Grabbing Mystery Plots from the Headlines

Read about it in the newspapers or see it on TV news and a few weeks later you’re watching a fictionalized account on TV. The weekly Law & Order show is probably the best example of that approach. 

I read the New York Times every day and occasionally watch TV news. My mysteries and my romances are influenced by what I read and see, not just the scandalous headline stories but by everyday events and human interest articles. As you may know, I’m a pantser and I do no advance planning or plotting before starting to write. So even though I may have a particular news story in mind when I type the first words of a novel or a short story, the reality is that my subconscious is in charge and that news story is just the jumping off point. Like most authors I devote months and, in some cases, years, plotting and writing a novel. Because of my pantser process, the extended writing time and the more complex exploration possible in the hundreds of pages of a novel, my books are more complex than a forty-five-minute TV show. And by the time I write The End, the book I’ve written may have little or nothing to do with the story that influenced it. 

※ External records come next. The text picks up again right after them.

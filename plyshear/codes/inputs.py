"""Input checks shared by the clause modules: out-of-range input raises ValueError naming it."""

from __future__ import annotations

import math


def positive(**values: float) -> None:
    """Require every value to be finite and > 0."""
    for name, value in values.items():
        if not (math.isfinite(value) and value > 0.0):
            raise ValueError(f"{name} must be a finite number > 0, got {value!r}")


def non_negative(**values: float) -> None:
    """Require every value to be finite and >= 0."""
    for name, value in values.items():
        if not (math.isfinite(value) and value >= 0.0):
            raise ValueError(f"{name} must be a finite number >= 0, got {value!r}")


def within(name: str, value: float, low: float, high: float) -> None:
    """Require ``low < value <= high``."""
    if not (low < value <= high):
        raise ValueError(f"{name} must be in ({low:g}, {high:g}], got {value!r}")


def count(name: str, value: int, minimum: int) -> None:
    """Require an integer ``>= minimum``."""
    if int(value) != value or value < minimum:
        raise ValueError(f"{name} must be an integer >= {minimum}, got {value!r}")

News stories are out in the public domain and, thus, grist for the mill. But what about stories, events, people, etc. in the author’s life? In my life? I, like many authors, pull from my experience and, as with news stories, my imagination uses them as a springboard to fit the story I am writing. But…

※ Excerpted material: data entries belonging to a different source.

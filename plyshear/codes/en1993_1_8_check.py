"""EN 1993-1-8:2005 checks of a solved joint (partial factors γM0, γM2, γM3).

Per plane: shear resistance (Table 3.4) through the threads (A_s, αv by class)
or the shank (gross area, αv 0.6), times βp for a plane that bounds a pack
(3.6.1(12)) and βLf for long joints (3.8). Per ply: bearing (Table 3.4, k1 and
αb from the ply's edge distance and width). Pins (3.13, Table 3.10): shear,
bearing, bending and the bending–shear interaction along the solved moment
diagram. Bolts: tension and its interaction with shear, slip (3.9); bending and
its interaction as informative items.
"""

from __future__ import annotations

import numpy as np

from plyshear.codes import common
from plyshear.codes import en1993_1_8 as en
from plyshear.codes.clause import Clause, cited
from plyshear.codes.result import CheckItem
from plyshear.mechanics.results import BoltResult
from plyshear.model.joint import Joint
from plyshear.units import force_str, length_str, system

SURFACE_DEFAULT = "D"  # Table 3.7: the lowest class, when none is given


def _notes(joint: Joint) -> list[str]:
    grade = joint.bolt.grade
    if grade in en.BOLT_CLASSES:
        return []
    return [
        f"grade {grade} is outside the classes of EN 1993-1-8 Table 3.1: "
        "alpha_v taken as for class 10.9 (0.5 through threads)"
    ]


def _bolt(joint: Joint, bolt: BoltResult, method: str, notes: list[str]) -> list[CheckItem]:
    return _shear(joint, bolt) + _bearing(joint, bolt) + _bolt_items(joint, bolt, notes)


def _beta_lf(joint: Joint) -> float:
    """βLf of 3.8 for the row's length (1 up to 15 d)."""
    length, d = common.joint_length(joint), joint.bolt.diameter
    return en.beta_Lf(length, d) if length > 15 * d else 1.0


def _long_joint(joint: Joint) -> tuple[float, str]:
    return _beta_lf(joint), "EN 1993-1-8 3.8 beta_Lf"


def _alpha_v(grade: str, threads: bool) -> float:
    if grade in en.BOLT_CLASSES:
        return en.alpha_v(grade, threads)
    return en.alpha_v("10.9", threads)


def plane_resistance(joint: Joint, threads: bool) -> tuple[float, list[Clause]]:
    """Return F_v,Rd of one plane (N) and the clauses used, before βp and βLf."""
    b = joint.bolt
    area = b.stress_area if threads else b.gross_area
    if joint.check.connector == "pin":
        return en.F_v_Rd_pin(area, b.fub), [cited(en.F_v_Rd_pin)]
    return en.F_v_Rd(_alpha_v(b.grade, threads), b.fub, area), [cited(en.alpha_v), cited(en.F_v_Rd)]


def _shear(joint: Joint, bolt: BoltResult) -> list[CheckItem]:
    d = joint.bolt.diameter
    beta_lf = _beta_lf(joint)
    items = []
    for p in bolt.planes:
        frd, clauses = plane_resistance(joint, p.threads)
        note = "through threads (As)" if p.threads else "through shank (gross area)"
        tp = common.pack_at_plane(joint, p.above, p.below)
        if tp > 0:
            bp = en.beta_p(d, tp)
            frd *= bp
            clauses.append(cited(en.beta_p))
            note += f", pack {length_str(joint.units, tp)}: beta_p {bp:.3f}"
        if beta_lf < 1.0:
            frd *= beta_lf
            clauses.append(cited(en.beta_Lf))
            note += f", beta_Lf {beta_lf:.3f}"
        items.append(
            CheckItem(
                f"{common.noun(joint)} shear",
                p.shear,
                frd,
                "force",
                tuple(clauses),
                **common.at_plane(p),
                note=note,
            )
        )
    return items


def hole(joint: Joint) -> float:
    """The hole diameter under EN 1993-1-8: its table, or its fallback off the table, mm."""
    return common.hole_diameter(joint, "en1993-1-8", 2.0)


def _bearing(joint: Joint, bolt: BoltResult) -> list[CheckItem]:
    b = joint.bolt
    d0 = hole(joint)
    items = []
    for pb, ply, where in common.bearing_plies(joint, bolt):
        if joint.check.connector == "pin":
            # Table 3.10: fy is the lower of the pin's and the plate's yield strength
            frd = en.F_b_Rd_pin(ply.thickness, b.diameter, min(ply.fy, b.fyb))
            items.append(
                CheckItem("pin bearing", pb.force, frd, "force", (cited(en.F_b_Rd_pin),), **where)
            )
            continue
        e2 = ply.width / 2.0 if ply.width is not None else None
        k1_note = ""
        try:
            if ply.edge is not None:
                ab = en.alpha_b(ply.edge, None, d0, b.fub, ply.fu, end_bolt=True)
            else:
                ab = min(b.fub / ply.fu, 1.0)
            if e2 is None:
                # no width: the edge distance across the load is unknown; the smallest
                # the standard allows gives the smallest k1 (conservative)
                k1 = en.k_1(en.e_min(d0), None, d0, edge_bolt=True)
                k1_note = (
                    f" (no width given: k1 from the minimum e2 = 1.2 d0 = "
                    f"{length_str(joint.units, en.e_min(d0))}, Table 3.3; conservative)"
                )
            else:
                k1 = en.k_1(e2, None, d0, edge_bolt=True)
        except ValueError as exc:
            items.append(
                CheckItem(
                    "edge distance",
                    en.e_min(d0),
                    min(v for v in (ply.edge, e2) if v is not None),
                    "length",
                    (cited(en.e_min),),
                    **where,
                    note=str(exc),
                )
            )
            continue
        factor = en.bearing_hole_factor(b.hole)
        frd = en.F_b_Rd(k1, ab, ply.fu, b.diameter, ply.thickness) * factor
        clauses = [cited(en.alpha_b), cited(en.k_1), cited(en.F_b_Rd)]
        if factor < 1.0:
            clauses.append(cited(en.bearing_hole_factor))
        items.append(
            CheckItem(
                "bearing",
                pb.force,
                frd,
                "force",
                tuple(clauses),
                **where,
                note=f"k1 {k1:.2f}, alpha_b {ab:.2f}, d0 {length_str(joint.units, d0)}{k1_note}",
            )
        )
    return items


def _bending_shear(
    joint: Joint, bolt: BoltResult, arrays: tuple[np.ndarray, ...], informative: bool, tail: str
) -> CheckItem:
    """Table 3.10 bending with shear, by the model's ``[check] pin_interaction`` rule.

    "max-max" (the default, conservative): the largest M/M_Rd along the bolt with
    the largest F_v/F_v,Rd, wherever each occurs. "same-section": the moment and
    the shear of one section, at the section where their combination peaks.
    """
    m, mrd, v, vrd = arrays
    zs = bolt.z
    if joint.check.pin_interaction == "same-section":
        # the node where the interaction peaks (its terms are monotonic in both ratios),
        # then the clause's own value there
        k = int(np.argmax((m / mrd) ** 2 + (v / vrd) ** 2))
        value = en.pin_interaction(float(m[k]), float(mrd[k]), float(v[k]), float(vrd[k]))
        rule = (
            "(M/MRd)^2 + (Fv/FvRd)^2 with M and Fv of the same section ([check] "
            'pin_interaction = "same-section")'
        )
        z = float(zs[k])
    else:
        i, j = int(np.argmax(m / mrd)), int(np.argmax(v / vrd))
        value = en.pin_interaction(float(m[i]), float(mrd[i]), float(v[j]), float(vrd[j]))
        rule = (
            f"(M/MRd)^2 + (Fv/FvRd)^2 with the largest M (z = "
            f"{length_str(joint.units, float(zs[i]))}) and the largest Fv (z = "
            f"{length_str(joint.units, float(zs[j]))}), conservative; [check] "
            f'pin_interaction = "same-section" takes M and Fv of one section'
        )
        z = float(zs[i])
    return CheckItem(
        "bending + shear",
        value,
        1.0,
        "ratio",
        (cited(en.pin_interaction),),
        informative=informative,
        z=z,
        note=rule + tail,
    )


def figure_3_11(joint: Joint, bolt: BoltResult) -> float | None:
    """The moment of Figure 3.11 for a clevis (cheek, lug, cheek), or None for other stacks.

    a: the cheeks' mean thickness, b: the lug's, c: the mean gap between them; F_Ed
    the lug's bearing (the pin's load).
    """
    plies = [p for p in joint.plies if not p.is_filler]
    if len(plies) != 3 or len(joint.plies) != 3:
        return None
    if not (plies[0].member == plies[2].member != plies[1].member):
        return None
    a = 0.5 * (plies[0].thickness + plies[2].thickness)
    c = 0.5 * (plies[1].gap + plies[2].gap)
    return en.M_Ed_clevis(bolt.plies[1].force, a, plies[1].thickness, c)


def _bolt_items(joint: Joint, bolt: BoltResult, notes: list[str]) -> list[CheckItem]:
    b = joint.bolt
    pin = joint.check.connector == "pin"
    items = []
    # Bending and bending + shear along the bolt (Table 3.10; for bolts informative).
    m = common.resultants(bolt.M)
    v = common.resultants(bolt.V)
    threads = joint.bolt.threaded_along(bolt.z)
    # two sections at most (shank, thread): each resistance once, then spread on the nodes
    by_section = {
        t: (
            en.M_Rd_pin(common.bolt_section_diameter(joint, t), b.fyb),
            plane_resistance(joint, t)[0],
        )
        for t in {bool(t) for t in threads}
    }
    mrd = np.array([by_section[bool(t)][0] for t in threads])
    vrd = np.array([by_section[bool(t)][1] for t in threads])
    informative = not pin
    tail = "" if pin else " (the pin rule applied to a bolt: outside the standard's text)"
    figure = figure_3_11(joint, bolt) if pin else None
    if figure is not None and figure > m.max() > 0:
        # 3.13.2 takes the bearing as uniform (Figure 3.11): never below that moment
        m = m * (figure / m.max())
        u = system(joint.units)
        tail += (
            f"; the solved moments scaled to the Figure 3.11 moment "
            f"{figure / u.factor('moment'):.4g} {u.label('moment')} (uniform bearing, "
            "which governs)"
        )
    i = int(np.argmax(m / mrd))
    items.append(
        CheckItem(
            f"{common.noun(joint)} bending",
            float(m[i]),
            float(mrd[i]),
            "moment",
            (cited(en.M_Rd_pin),),
            informative=informative,
            z=float(bolt.z[i]),
            note="M_Rd = 1.5 Wel fyp / gamma_M0" + tail,
        )
    )
    items.append(_bending_shear(joint, bolt, (m, mrd, v, vrd), informative, tail))
    # Tension and combined (Table 3.4).
    if b.tension > 0:
        ftrd = en.F_t_Rd(b.fub, b.stress_area)
        items.append(CheckItem("bolt tension", b.tension, ftrd, "force", (cited(en.F_t_Rd),)))
        worst = max(bolt.planes, key=lambda p: p.shear / plane_resistance(joint, p.threads)[0])
        fvrd = plane_resistance(joint, worst.threads)[0]
        value = en.shear_tension_interaction(worst.shear, fvrd, b.tension, ftrd)
        items.append(
            CheckItem(
                "tension + shear",
                value,
                1.0,
                "ratio",
                (cited(en.shear_tension_interaction),),
                plane=worst.index,
            )
        )
    # Slip (3.9).
    if joint.check.slip_critical or b.pretension > 0:
        fpc = b.pretension if b.pretension > 0 else en.F_p_C(b.fub, b.stress_area)
        surface = joint.check.slip_class or SURFACE_DEFAULT
        mu = en.mu_class(surface)
        n = common.slip_planes(joint, bolt)
        if n > 0:
            ks = en.k_s(b.hole if b.hole != "standard" else "normal")
            if b.tension > 0:
                frd = en.F_s_Rd_with_tension(ks, n, mu, fpc, b.tension)
                clauses = (cited(en.F_s_Rd_with_tension), cited(en.k_s), cited(en.mu_class))
            else:
                frd = en.F_s_Rd(ks, n, mu, fpc)
                clauses = (cited(en.F_s_Rd), cited(en.k_s), cited(en.mu_class))
            items.append(
                CheckItem(
                    "slip",
                    common.transferred_force(joint, bolt),
                    frd,
                    "force",
                    clauses,
                    note=f"Class {surface}, mu {mu}, "
                    f"Fp,C {force_str(joint.units, fpc)}, n {n}, ks {ks}",
                )
            )
        if b.pretension <= 0:
            notes.append("slip: preload taken as Fp,C = 0.7 fub As (3.9.1(2))")
    return items


ITEMS = common.StandardItems(
    standard="en1993-1-8",
    edition=en.STANDARD,
    notes=_notes,
    bolt=_bolt,
    long_joint=_long_joint,
    method="partial-factors",
)

__all__ = ["ITEMS", "figure_3_11", "plane_resistance"]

Are Some things too Personal?

Years ago, I was watching the news and one of the stories was about a thirty-five-year-old man who stabbed his thirty-year-old wife and their three daughters– four months, four and five years old—to death in their sleep. I was horrified and overwhelmed with sadness. But I turned off the news and forgot it. Until my mother called later that night. That young woman was my godchild, Linda. I’d lost touch with her and didn’t recognize her married name. There was no trial and the murder quickly dropped out of the news. In the many years since that night, I occasionally thought about writing Linda’s story, but I never did. And her mom never mentioned her or the murder. Interestingly, right before the Covid lockdown I had lunch with her mom, who has since died, and she asked me to write the story. I said I would think about it but the idea of imagining Linda dealing with the horror of that night is chilling. I doubt I’ll ever do it.

And more recently, Sherry and I cleaned out the locker we used to offload stuff from our apartment and came across a scrapbook containing what appears to be every handwritten letter and card her dad sent to her mom while he served in World War II. What a treasure trove. Original documentation, one man’s view of an historical time. I thought about using the letters as a basis for a novel. But. My in-laws married just before he shipped overseas. She was nineteen and he twenty-one. The letters were love letters, romantic and poetic. Hearing the first two read aloud felt like an invasion of their privacy. I see their faces. I hear their voices. I can’t imagine reading hundreds of intimate letters and having the distance to write their story or to create a fictionalized version of them. 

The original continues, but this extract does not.